These policy pages seem to imply otherwise:
http://en.wikipedia.org/wiki/Wikipedia:Biographies_of_living_persons#Presump... "Presumption in favor of privacy"
Wikipedia articles that present material about living people can affect their subjects' lives. Wikipedia editors who deal with these articles have a responsibility to consider the legal and ethical implications of their actions when doing so. It is not Wikipedia's purpose to be sensationalist, or to be the primary vehicle for the spread of titillating claims about people's lives.

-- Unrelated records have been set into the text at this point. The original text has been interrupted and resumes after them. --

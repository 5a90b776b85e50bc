"""HHT-α and generalized-α: stability, order and algorithmic damping.

Sources: Hilber, Hughes & Taylor (1977), Earthquake Eng. Struct. Dyn. 5, 283-292;
Chung & Hulbert (1993), J. Appl. Mech. 60(2), 371-375; Hughes, *The Finite Element
Method* (1987), §9.3 (amplification matrix, spectral radius).
"""

from __future__ import annotations

import math

import numpy as np
import pytest

from thist.errors import InputError
from thist.methods import get_method

ALPHAS = (-0.05, -0.1, -0.2, -1.0 / 3.0)
RHOS = (0.0, 0.5, 0.9, 1.0)


def _methods():
    return [get_method("hht", alpha=a) for a in ALPHAS] + [
        get_method("generalized-alpha", rho_inf=r) for r in RHOS
    ]


def _characteristic_roots(am: float, af: float, beta: float, gamma: float, omega_dt: float):
    """Roots of the characteristic polynomial of the undamped generalized-α step.

    Derived here from the published one-step relations (Chung & Hulbert 1993,
    eqs. 2-4), independently of the code's amplification matrix: with u_n ~ z^n,
    ((1−α_m)z + α_m)(z−1)² + Ω²((1−α_f)z + α_f)(βz² + (γ + ½ − 2β)z + (½ − γ + β)) = 0.
    """
    O2 = omega_dt**2
    p1 = np.polymul([1 - am, am], np.polymul([1, -1], [1, -1]))
    p2 = O2 * np.polymul([1 - af, af], [beta, gamma + 0.5 - 2 * beta, 0.5 - gamma + beta])
    return np.roots(np.polyadd(p1, p2))


def _infinite_omega_radius(am: float, af: float, beta: float, gamma: float) -> float:
    """Spectral radius as Ω → ∞: roots of the Ω² coefficient of the polynomial above."""
    roots = np.concatenate(
        [[-af / (1 - af)], np.roots([beta, gamma + 0.5 - 2 * beta, 0.5 - gamma + beta])]
    )
    return float(np.max(np.abs(roots)))


@pytest.mark.parametrize("method", _methods(), ids=lambda m: f"{m.name}{m.parameters()}")
def test_unconditionally_stable_at_five_times_the_shortest_period(method):
    """Free vibration of a 3-DOF chain at Δt = 5·T_min stays bounded over 4000 steps.

    Bounded: spectral radius ≤ 1 (Hilber et al. 1977; Chung & Hulbert 1993) allows a
    transient rise of the energy norm in the first steps (the "overshoot" of Hilber &
    Hughes 1978, Earthquake Eng. Struct. Dyn. 6, large for ρ∞ = 0 at Ω ≫ 1) but no
    growth over the run; an unstable step would grow like ρ^n and overflow within
    4000 steps.
    """
    M = np.diag([1.0, 1.0, 1.0])
    K = 1e4 * np.array([[2.0, -1.0, 0.0], [-1.0, 2.0, -1.0], [0.0, -1.0, 1.0]])
    w = np.sqrt(np.linalg.eigvalsh(K))
    dt = 5.0 * 2 * math.pi / w.max()
    u0 = np.array([0.01, -0.02, 0.03])
    sol = method.integrate(M, np.zeros((3, 3)), K, np.zeros((4000, 3)), dt, u0, np.zeros(3))
    e = 0.5 * np.einsum("ij,ij->i", sol.v @ M, sol.v) + 0.5 * np.einsum(
        "ij,ij->i", sol.u @ K, sol.u
    )
    assert np.all(np.isfinite(e))
    assert e[10:].max() < 10.0 * e[0]
    assert e[-1000:].max() <= e[:1000].max()
    assert method.stability_limit(w.max(), 0.0) == math.inf


@pytest.mark.parametrize("method", _methods(), ids=lambda m: f"{m.name}{m.parameters()}")
def test_spectral_radius_never_exceeds_one(method):
    """ρ(A) ≤ 1 for Ω from 1e-3 to 1e4 (unconditional stability, Hughes 1987 §9.3)."""
    for omega_dt in np.logspace(-3, 4, 57):
        assert method.spectral_properties(omega_dt).spectral_radius <= 1.0 + 1e-10


@pytest.mark.parametrize("method", _methods(), ids=lambda m: f"{m.name}{m.parameters()}")
def test_second_order_convergence(method):
    """Halving Δt divides the largest error of damped free vibration over 2 s by about 4.

    Closed form: Chopra, *Dynamics of Structures*, eq. 2.2.4. Ratio 4 is second
    order; the band [3.5, 4.5] allows the next term of the error series at these
    steps (T/Δt = 40 and 80).
    """
    wn, zeta = 2 * math.pi, 0.02
    wd = wn * math.sqrt(1 - zeta**2)
    errs = []
    for dt in (0.025, 0.0125):
        n = int(round(2.0 / dt)) + 1
        sol = method.integrate(
            np.eye(1),
            np.array([[2 * zeta * wn]]),
            np.array([[wn**2]]),
            np.zeros((n, 1)),
            dt,
            np.array([1.0]),
            np.array([0.0]),
        )
        t = np.arange(n) * dt
        ref = np.exp(-zeta * wn * t) * (np.cos(wd * t) + zeta * wn / wd * np.sin(wd * t))
        errs.append(np.max(np.abs(sol.u[:, 0] - ref)))
    assert 3.5 < errs[0] / errs[1] < 4.5


@pytest.mark.parametrize("omega_dt", [0.1, 1.0, 10.0])
@pytest.mark.parametrize("method", _methods(), ids=lambda m: f"{m.name}{m.parameters()}")
def test_amplification_matrix_roots_match_published_characteristic_equation(method, omega_dt):
    """Eigenvalues of the code's amplification matrix are the roots of the published
    one-step relations' characteristic polynomial (Chung & Hulbert 1993): the code's
    algorithmic damping and period at Ω = 0.1, 1, 10 are those of the published scheme.
    Tolerance 1e-9 (root-finding round-off)."""
    am, af, beta, gamma = method.coefficients
    ref = np.sort_complex(_characteristic_roots(am, af, beta, gamma, omega_dt))
    A, _, _ = method.step_matrices(1.0, 0.0, 1.0, omega_dt)
    ours = np.sort_complex(np.linalg.eigvals(A))
    assert np.max(np.abs(ours - ref)) < 1e-9
    pr = ref[np.argmax(np.abs(ref.imag))]
    wbar = abs(math.atan2(pr.imag, pr.real))
    sp = method.spectral_properties(omega_dt)
    assert sp.numerical_omega_dt == pytest.approx(wbar, rel=1e-9)
    assert sp.algorithmic_damping == pytest.approx(-math.log(abs(pr)) / wbar, rel=1e-7, abs=1e-12)


@pytest.mark.parametrize("alpha", ALPHAS)
def test_hht_spectral_radius_at_infinity_is_one_plus_alpha_over_one_minus_alpha(alpha):
    """HHT: ρ∞ = (1 + α)/(1 − α) (from memory; Hilber et al. 1977).

    Checked two ways: the Ω → ∞ limit of the characteristic polynomial (1e-7: the
    limit is a double root, which root-finding resolves only to about √eps), and
    the code's amplification matrix at Ω = 1e6, where the double root at infinity
    converges like Ω^(−2/3) or faster, hence the 1e-3 tolerance.
    """
    m = get_method("hht", alpha=alpha)
    published = (1 + alpha) / (1 - alpha)
    assert _infinite_omega_radius(*m.coefficients) == pytest.approx(published, abs=1e-7)
    assert m.spectral_properties(1e6).spectral_radius == pytest.approx(published, abs=1e-3)


@pytest.mark.parametrize("rho", RHOS)
def test_generalized_alpha_spectral_radius_at_infinity_is_rho_inf(rho):
    """Generalized-α: the spectral radius as Ω → ∞ is the user's ρ∞ (Chung & Hulbert 1993)."""
    m = get_method("generalized-alpha", rho_inf=rho)
    assert _infinite_omega_radius(*m.coefficients) == pytest.approx(rho, abs=1e-7)
    assert m.spectral_properties(1e6).spectral_radius == pytest.approx(rho, abs=1e-3)


def test_algorithmic_damping_grows_with_hht_alpha_and_falls_with_rho_inf():
    """More negative α, or smaller ρ∞, damps more at Ω = 1 (Hilber et al. 1977, Fig. 3;
    Chung & Hulbert 1993, Fig. 1)."""
    hht = [get_method("hht", alpha=a).spectral_properties(1.0).algorithmic_damping for a in ALPHAS]
    ga = [
        get_method("generalized-alpha", rho_inf=r).spectral_properties(1.0).algorithmic_damping
        for r in RHOS
    ]
    assert all(x < y for x, y in zip(hht, hht[1:], strict=False))
    assert all(x > y for x, y in zip(ga, ga[1:], strict=False))
    assert ga[-1] == pytest.approx(0.0, abs=1e-12)  # ρ∞ = 1 is average acceleration


def test_defaults_and_parameter_ranges():
    """Defaults α = −0.05 and ρ∞ = 0.9; out-of-range parameters are input errors."""
    assert get_method("hht").alpha == -0.05
    assert get_method("generalized-alpha").rho_inf == 0.9
    for bad in (0.01, -0.34, math.nan):
        with pytest.raises(InputError):
            get_method("hht", alpha=bad)
    for bad in (-0.01, 1.01):
        with pytest.raises(InputError):
            get_method("generalized-alpha", rho_inf=bad)


def test_generalized_alpha_parameters_follow_chung_hulbert_relations():
    """α_m = (2ρ∞−1)/(ρ∞+1), α_f = ρ∞/(ρ∞+1), γ = ½ − α_m + α_f, β = ¼(1 − α_m + α_f)²."""
    rho = 0.6
    am, af, beta, gamma = get_method("generalized-alpha", rho_inf=rho).coefficients
    assert am == pytest.approx((2 * rho - 1) / (rho + 1))
    assert af == pytest.approx(rho / (rho + 1))
    assert gamma == pytest.approx(0.5 - am + af)
    assert beta == pytest.approx(0.25 * (1 - am + af) ** 2)
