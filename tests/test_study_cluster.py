"""The Dask path: a real distributed.LocalCluster on loopback with two workers.

The same IDA as a local in-process run must give the same store, float for float
(DESIGN.md §7: results must not depend on where or in which order jobs ran).
"""

from __future__ import annotations

import logging

import pytest

from tests.test_study_files import write_ida
from tests.test_study_store import _table
from thist.batch import load_study, run_study

distributed = pytest.importorskip("distributed")


def test_local_cluster_gives_the_local_results(tmp_path):
    study = load_study(write_ida(tmp_path, 3))
    run_study(study, tmp_path / "local", workers=1, progress=False)
    with distributed.LocalCluster(
        n_workers=2,
        threads_per_worker=1,
        processes=True,
        host="127.0.0.1",
        dashboard_address=None,
        silence_logs=logging.ERROR,
    ) as cluster:
        result = run_study(
            study, tmp_path / "dask", scheduler=cluster.scheduler_address, progress=False
        )
    assert result.execution.executor == "Dask cluster"
    assert result.execution.slots == 2
    assert _table(tmp_path / "dask") == _table(tmp_path / "local")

Biographies of living persons must be written conservatively, with regard for the subject's privacy. http://en.wikipedia.org/wiki/Wikipedia:DEL#Deletion_discussion
"Discussions on relatively unknown, non-public figures, where the subject has requested deletion and there is no rough consensus may be closed as delete."

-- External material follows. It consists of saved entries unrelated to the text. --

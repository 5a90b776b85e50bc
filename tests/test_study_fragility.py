"""Lognormal fragility fitting by maximum likelihood (Baker 2015, Earthquake Spectra 31(1)).

Checks: the fit recovers the median and dispersion of a simulated lognormal
fragility within its sampling error; it equals a direct maximisation of the
binomial likelihood written with scipy.stats (reference library); it refuses
completely separated data, for which no finite maximum exists.
"""

from __future__ import annotations

import numpy as np
import pytest
from scipy import optimize, stats

from thist.batch.fragility import fit_lognormal


def _simulate(theta: float, beta: float, seed: int, n: int = 40):
    im = np.linspace(0.1, 2.0, 12)
    rng = np.random.default_rng(seed)
    p = stats.norm.cdf(np.log(im / theta) / beta)
    z = rng.binomial(n, p)
    return im, np.full(im.size, n), z


@pytest.mark.parametrize("seed", [11, 12, 13])
def test_fit_recovers_median_and_dispersion_within_sampling_error(seed):
    """Simulated counts from theta = 0.7, beta = 0.45 (12 levels x 40 records, seeded).

    Tolerance: 3 asymptotic standard errors (from the Fisher information the fit
    reports), i.e. a 99.7 % band for an estimator that is asymptotically normal.
    """
    theta, beta = 0.7, 0.45
    fit = fit_lognormal(*_simulate(theta, beta, seed))
    assert fit is not None and not fit.at_bound
    assert abs(np.log(fit.median) - np.log(theta)) <= 3.0 * fit.se_ln_median
    assert abs(fit.dispersion - beta) <= 3.0 * fit.se_dispersion
    # The standard errors themselves are of the expected size (about beta / sqrt(N)).
    assert 0.01 < fit.se_ln_median < 0.1
    assert 0.01 < fit.se_dispersion < 0.1


def test_fit_with_very_many_records_converges_to_the_true_parameters():
    """Counts = round(n p) with n = 1e7: the estimate is consistent; tolerance 1e-3."""
    im = np.linspace(0.1, 2.0, 12)
    n = np.full(im.size, 10_000_000)
    z = np.round(n * stats.norm.cdf(np.log(im / 0.7) / 0.45))
    fit = fit_lognormal(im, n, z)
    assert fit.median == pytest.approx(0.7, rel=1e-3)
    assert fit.dispersion == pytest.approx(0.45, rel=1e-3)


def test_fit_equals_direct_maximisation_of_the_binomial_likelihood():
    """Reference: scipy.stats.binom.logpmf summed over levels, maximised by Nelder-Mead
    from another start. Tolerance 1e-5 relative: Nelder-Mead's own xatol 1e-9 in log
    space gives agreement far below it; a different likelihood would miss by percent."""
    im, n, z = _simulate(0.7, 0.45, 21)
    fit = fit_lognormal(im, n, z)

    def nll(x):
        p = stats.norm.cdf(np.log(im / np.exp(x[0])) / np.exp(x[1]))
        return -np.sum(stats.binom.logpmf(z, n, p))

    ref = optimize.minimize(
        nll, [0.0, np.log(1.0)], method="Nelder-Mead", options={"xatol": 1e-9, "fatol": 1e-12}
    )
    assert fit.median == pytest.approx(np.exp(ref.x[0]), rel=1e-5)
    assert fit.dispersion == pytest.approx(np.exp(ref.x[1]), rel=1e-5)


def test_separated_or_one_sided_data_give_no_fit():
    im = np.array([0.2, 0.4, 0.6, 0.8])
    n = np.array([7, 7, 7, 7])
    assert fit_lognormal(im, n, np.array([0, 0, 7, 7])) is None  # separation: beta -> 0
    assert fit_lognormal(im, n, np.zeros(4)) is None
    assert fit_lognormal(im, n, n) is None
    assert fit_lognormal(im, n, np.array([0, 1, 7, 7])) is not None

On Thu, Jun 4, 2009 at 2:40 PM, geni geniice@gmail.com wrote:
2009/6/4 Durova nadezhda.durova@gmail.com:
Hi all, in two years of looking for solutions to the BLP issues have
finally
stumbled upon an idea that hasn't been raised before. Basically it's
this:
*Suppose we noindexed biographies of living persons, upon the subject's request.* This would require developer assistance, and require a bit of structure to make sure the ability doesn't get misused. An initial draft proposal is at my blog. Am interested in thoughts and suggestions.

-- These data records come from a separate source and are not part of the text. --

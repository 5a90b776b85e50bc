"""Small invented cases for the report, energy and comparison tests.

The record is Kanai-Tajimi filtered white noise (Kanai 1957; Tajimi 1960) from a
fixed seed, under a trapezoidal envelope: an invented scenario, not a real event.
"""

from __future__ import annotations

from pathlib import Path

import numpy as np
from scipy import signal

CASE_TEMPLATE = """\
title = {title}
notes = "Invented five-story frame for tests."

[structure]
stories = [
{stories}
]

[damping]
model = "rayleigh"
ratio = 0.05
modes = [1, 3]

[record]
file = "record.csv"
unit = "g"

[analysis]
methods = {methods}
{dt_line}
{checks}
"""


def synthetic_record(dt: float = 0.01, duration: float = 8.0, pga_g: float = 0.3) -> np.ndarray:
    """Kanai-Tajimi filtered noise, ω_g = 15 rad/s, ζ_g = 0.6, seed 20240601, in g."""
    n = int(round(duration / dt)) + 1
    rng = np.random.default_rng(20240601)
    w = rng.standard_normal(n)
    wg, zg = 15.0, 0.6
    b, a = signal.bilinear([2 * zg * wg, wg**2], [1.0, 2 * zg * wg, wg**2], fs=1.0 / dt)
    x = signal.lfilter(b, a, w)
    t = np.arange(n) * dt
    env = np.clip(np.minimum(t / 1.0, (duration - t) / 2.0), 0.0, 1.0)
    x = x * env
    return t, pga_g * x / np.max(np.abs(x))


def write_case(
    folder: Path,
    *,
    title: str = "Five-story test frame",
    methods: tuple[str, ...] = ("newmark-average",),
    dt: str | None = None,
    drift_limit: tuple[float, str] | None = None,
    n_stories: int = 5,
    record_dt: float = 0.01,
    duration: float = 8.0,
    stiffness_scale: float = 1.0,
) -> Path:
    """Write case.toml and record.csv into ``folder``; return the case path."""
    folder.mkdir(parents=True, exist_ok=True)
    t, ag = synthetic_record(record_dt, duration)
    lines = ["time,acc"] + [f"{ti:.4f},{ai:.8e}" for ti, ai in zip(t, ag, strict=True)]
    (folder / "record.csv").write_text("\n".join(lines) + "\n", encoding="utf-8")
    stories = ",\n".join(
        f'  {{ mass = "{300 - 20 * i} t", stiffness = "{(400 - 50 * i) * stiffness_scale:g} MN/m", '
        f'height = "{4.5 if i == 0 else 3.5} m", label = "F{i + 1}" }}'
        for i in range(n_stories)
    )
    checks = ""
    if drift_limit is not None:
        checks = (
            f"[checks]\ndrift_ratio_limit = {drift_limit[0]}\n"
            f"drift_ratio_limit_basis = {_toml_string(drift_limit[1])}\n"
        )
    text = CASE_TEMPLATE.format(
        title=_toml_string(title),
        stories=stories,
        methods="[" + ", ".join(f'"{m}"' for m in methods) + "]",
        dt_line=f'dt = "{dt}"' if dt else "",
        checks=checks,
    )
    path = folder / "case.toml"
    path.write_text(text, encoding="utf-8")
    return path


def _toml_string(text: str) -> str:
    """A TOML basic string (JSON escaping is valid TOML for these characters)."""
    import json

    return json.dumps(text, ensure_ascii=False)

http://durova.blogspot.com/2009/06/biographies-of-living-persons-ingenius.ht...
Best regards, Durova
Been suggested before. Answer is either:
No what search engines do with wikipedia content is none of our business.
No the subjects of articles have no right to determine wikipedia behavior
Of course it could also be argued that effectively making a public record of people who are sensitive about their bios it's exactly an improvement on the current situation.